© Foto: Laurent Tyson

© Foto: Annemieke van der Donk

© Foto: Bettus Martens

© Foto: Bettus Martens

IUCN-status: Niet bedreigd (2018)

Nederlandse naam: Krobia xinguensis.

Wetenschappelijke naam: Krobia xinguensis.

Synoniemen:

Oorsprong: Brazilië, alleen in de Xingu, een zuidelijke zijrivier van de Amazone.

Biotoop: Zuid-Amerikaans.

Geslachtsonderscheid: Moeilijk te zien, alleen als ze volwassen zijn zijn de mannetjes groter dan de vrouwtjes (ongeveer 3 cm).

Temperatuur: 25 - 28 graden Celsius.

pH: 6 tot 7,5.

GH: 5 tot 8.

Licht: Matig.

Beplanting: Zorg voor veel planten waarvan ook stukken van het aquarium dicht beplant moeten zijn want daar schuilen ze graag tussen.

Bodembedekking: Het beste is zand of filterzand. Ook wat hout en platte stenen mogen niet vergeten worden.

Stroming: Matig tot normaal.

Leeftijd: 10 jaar.

Lengte: 12 tot 15 cm.

Voedsel: Droogvoer, diepvriesvoer en levend voer.

Aquariummaat: 150 cm.

Waterlaag: Midden en onder.

Karakter: Vreedzaam, alleen kleine vissoorten (< 4 cm) kunnen voor voedsel worden aangezien.

Aantal: Paartje of groepje als het aquarium groot genoeg is.

Geschikt voor: Beginners met enige ervaring.

Geschikt voor gezelschapsaquarium: Men kan ze het beste samenhouden met bijvoorbeeld Maanvissen, Discusvissen of andere rustige soorten.

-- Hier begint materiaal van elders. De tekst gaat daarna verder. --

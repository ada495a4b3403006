"""Single-site runs write the same bytes as before sites, workers and clusters were added.

The scenarios, the history and the expected ``summary.json`` / ``cutoffs.csv`` are in
tests/golden/single_site/ (invented test data; see make_golden.py there). The expected files were
written by the simulator before the joint replay of many sites and the task-based pricing were
introduced, so these tests hold the refactor to "a history without a site column behaves exactly as
it did". A change meant to alter results is a breaking change (DEVELOPERS.md): rewrite the files
with make_golden.py and review the diff.
"""

from __future__ import annotations

import json
from pathlib import Path

import pytest

from simulator import read_scenario, run
from simulator.account.outputs import summary

GOLDEN = Path(__file__).resolve().parent / "golden" / "single_site"


@pytest.mark.parametrize("name", ["plain", "rules", "calibrated"])
def test_single_site_outputs_are_byte_identical_to_the_golden_files(name):
    result = run(read_scenario(GOLDEN / f"{name}.toml"))
    written = (json.dumps(summary(result), indent=2) + "\n").encode()
    assert written == (GOLDEN / f"{name}.summary.json").read_bytes()
    assert result.table.to_csv(index=False, lineterminator="\n").encode() == \
        (GOLDEN / f"{name}.cutoffs.csv").read_bytes()
    assert result.portfolio is None and result.sites == ()
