def _probe(address: str) -> None:
    """Fail fast, in one line, when nothing listens at a tcp address, or something that is not a
    Dask scheduler does (before Dask retries, or reads a stranger's bytes as a message length).

    A Dask scheduler writes its handshake as soon as it accepts a connection, as one message that
    starts with its length in bytes (an unsigned 64-bit little-endian integer; ``distributed.comm.tcp``,
    ``TCP.write``, as read from the 2026.8 source). The probe reads those 8 bytes: a server that
    closes at once, stays silent, or sends a length no handshake has is not a Dask scheduler.
    """
    from distributed.comm.addressing import parse_address, parse_host_port

    try:
        scheme, location = parse_address(address)
    except ValueError:
        raise InputError(f"cluster {address!r}: not a scheduler address; write it as "
                         "tcp://host:8786") from None
    if scheme not in ("tcp", "tls"):
        return
    try:
        host, port = parse_host_port(location)
    except ValueError:
        raise InputError(f"cluster {address}: no port; write the address as tcp://host:8786") from None
    try:
        connection = socket.create_connection((host, port), timeout=CONNECT_TIMEOUT)
    except OSError as exc:
        reason = exc.strerror or type(exc).__name__
        raise InputError(f"cluster {address}: no answer within {CONNECT_TIMEOUT:g} s ({reason.lower()}); "
                         "check the address and that the Dask scheduler is running, or leave out "
                         f"--cluster and {CLUSTER_ENV} to run on this machine") from None
    if scheme != "tcp":
        connection.close()
        return
    first, silent = b"", False
    with connection:
        try:
            while len(first) < 8:
                more = connection.recv(8 - len(first))
                if not more:
                    break
                first += more
        except TimeoutError:
            silent = True
        except OSError:  # reset
            pass
    if len(first) < 8:
        what = (f"sent nothing within {CONNECT_TIMEOUT:g} s" if silent and not first else
                "closed the connection" if not first else "sent a few bytes and stopped")
        raise InputError(f"cluster {address}: the server there {what}, which a Dask scheduler does not; "
                         "check the address and port (a scheduler listens on 8786 by default), or leave "
                         f"out --cluster and {CLUSTER_ENV} to run on this machine")
    length = struct.unpack("<Q", first)[0]
    if not 0 < length <= _HANDSHAKE_BYTES:
        raise InputError(f"cluster {address}: the server there does not speak Dask's protocol (its first "
                         "message is not a Dask handshake); check the address and port (a scheduler "
                         f"listens on 8786 by default), or leave out --cluster and {CLUSTER_ENV} to run on "
                         "this machine")
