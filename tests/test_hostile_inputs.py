"""A corpus of hostile and mistaken inputs, each refused the same way (issue 16).

Every case is a scenario or a history spoilt in one way: a number that is not finite or is absurd,
a missing or misspelt key, a file too large or a name too long, a string full of escape sequences or
console markup, a cell that is not what its column needs, a file that is not a history. Each goes
through the command line (in-process, Typer's ``CliRunner``) twice, and each time the refusal must
be: exit status 2, exactly one line on standard error that starts with "error:", names the file and
the place (key, or row and column) and quotes nothing raw (no escape character reaches the
terminal), no traceback, nothing written to a new output folder, and, with ``--force`` over an
earlier run's results, those results left byte for byte as they were.

The rule is the project's own (README, "Commands"; DEVELOPERS.md, "Errors for users"), modelled on
Click's usage errors (exit status 2); common practice, no single source. All data here is invented.
A case may still be marked xfail (not strict) with the reason, while another branch fixes it.
"""

from __future__ import annotations

import shutil
from dataclasses import dataclass, field
from pathlib import Path

import numpy as np
import pytest
from typer.testing import CliRunner

from simulator.cli import app

runner = CliRunner()


# ------------------------------------------------------------------------------------------------
# the valid inputs every case spoils


def _history_text() -> str:
    """Three years of invented daily forecasts, 2020-2022, outcomes drawn from the probabilities."""
    rng = np.random.default_rng(20270416)
    dates = np.arange(np.datetime64("2020-01-01"), np.datetime64("2023-01-01"))
    p = np.round(rng.beta(1.2, 2.5, len(dates)), 2)
    outcome = (rng.random(len(dates)) < p).astype(int)
    return "date,probability,outcome\n" + "".join(f"{d},{q:.2f},{o}\n" for d, q, o in zip(dates, p, outcome))


HISTORY = _history_text()

BASE = {
    "": {"name": '"Hostile inputs at Quillfen"', "currency": '"EUR"'},
    "history": {"path": '"history.csv"'},
    "decision": {"cutoffs": "[0.0, 1.0, 0.05]"},
    "costs": {"hit": "300", "false_alarm": "1800", "miss": "2500", "correct_negative": "0"},
    "simulation": {"replicates": "40", "seed": "11", "block_days": "3"},
}
# two forecasts of one column and the start of a price table (a price's case adds its line)
TWO = '[forecasts]\n"a" = "probability"\n"b" = "probability"\n[forecast_prices]\n'
OPERATIONS = '[operations]\ncrews_out_on = "acting"\nspoiled_on = "event"\nday_rate = 900\n'


def scenario_text(changes: dict | None = None, extra: str = "") -> str:
    """BASE with ``changes`` ({(section, key): raw TOML value, or None to leave the key out}) and
    ``extra`` TOML appended."""
    sections = {name: dict(keys) for name, keys in BASE.items()}
    for (section, key), value in (changes or {}).items():
        sections.setdefault(section, {})[key] = value
    lines = []
    for section, keys in sections.items():
        if section:
            lines.append(f"[{section}]")
        lines += [f"{key} = {value}" for key, value in keys.items() if value is not None]
    return "\n".join(lines) + "\n" + extra


def ops(**keys) -> str:
    return OPERATIONS + "".join(f"{k} = {v}\n" for k, v in keys.items())


def stress(name: str = '"a wetter year"', **keys) -> str:
    return f"[[stress]]\nname = {name}\n" + "".join(f"{k} = {v}\n" for k, v in keys.items())


def replace_row(index: int, row: str):
    """An edit that puts ``row`` in place of the data row ``index`` (0: the first after the header)."""
    def edit(text: str) -> str:
        lines = text.splitlines(keepends=True)
        lines[index + 1] = row + "\n"
        return "".join(lines)
    return edit


@dataclass
class Case:
    id: str
    fragments: tuple[str, ...]  # the file's name and the place, in the error line
    changes: dict = field(default_factory=dict)
    extra: str = ""
    scenario: str | bytes | None = None  # the whole scenario file, instead of BASE
    history: object = None  # an edit of the history's text, or the file's bytes or text
    args: tuple[str, ...] = ()
    xfail: str | None = None


def S(id, fragments, changes=None, extra="", **kw):  # noqa: N802 - a table's row maker
    return Case(id, ("s.toml", *fragments), changes or {}, extra, **kw)


def H(id, fragments, history, **kw):  # noqa: N802
    return Case(id, ("history.csv", *fragments), history=history, **kw)


LONG = "n" * 2_000_000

Tijd voor uitkomen eitjes: Na ongeveer 48 uur, afhankelijk van de temperatuur.

Bijzonderheden: 

Kweekinfo: Het kweken met deze soort is niet al te moeilijk mits de waterwaarden aan de eisen voldoen.

 

Het is een substraatbroeder. Wil men met ze kweken dan moeten de waterwaarden precies goed zijn. Door wekelijks een waterverversing van 25 tot 40% te doen kan men dat bereiken.  Het paartje verzorgt over het algemeen hun jongen zeer goed. De broedzorg kan weken tot zelfs wel maanden duren. De vissen zijn productief. Er kunnen vele eitjes worden gelegd, 300 stuks is geen uitzondering. De eieren komen bij een temperatuur van 26 graden Celsius na ongeveer 48 uur uit. Nog eens drie dagen later gaan de jongen vrij rondzwemmen. De jongen kunnen vanaf dan worden gevoerd met zeer fijn (droog)voer en met bijvoorbeeld Artemia-naupliën.